── Recorded information ──

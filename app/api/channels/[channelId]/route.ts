import { channelRoute } from "@/lib/server/http/route-builder";
import { json } from "@/lib/server/http/api";
import { channelUpdateSchema } from "@/lib/schemas/account";
import { getChannelById, updateChannel } from "@/db/queries/channels";
import { recordAudit } from "@/db/queries/audit";

const dto = (c: NonNullable<Awaited<ReturnType<typeof getChannelById>>>) => ({ id: c.id, name: c.name, units: c.units, currency: c.currency, brollGapMs: c.brollGapMs, toCameraMaxMs: c.toCameraMaxMs, timeZone: c.timeZone });

export const GET = channelRoute({ load: "channel", action: "channel.read" }, async ({ channelId }) => {
  return json({ channel: dto((await getChannelById({ id: channelId }))!) });
});

/** Owner: the channel's name, units for cut lists, currency, and the B-roll gap thresholds. */
export const PATCH = channelRoute({ load: "channel", action: "members.manage", body: channelUpdateSchema, what: "channel settings" }, async ({ channelId, user, body }) => {
  const patch = body;
  const row = await updateChannel({ id: channelId, patch });
  await recordAudit({ channelId, userId: user.id, action: "settings", entity: "channel", entityId: channelId, after: patch });
  return json({ channel: dto(row!) });
});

───

Work to be completed:
After reading the listing above, work out how many lines contain "server" and reply with that number only.

Task solution:
2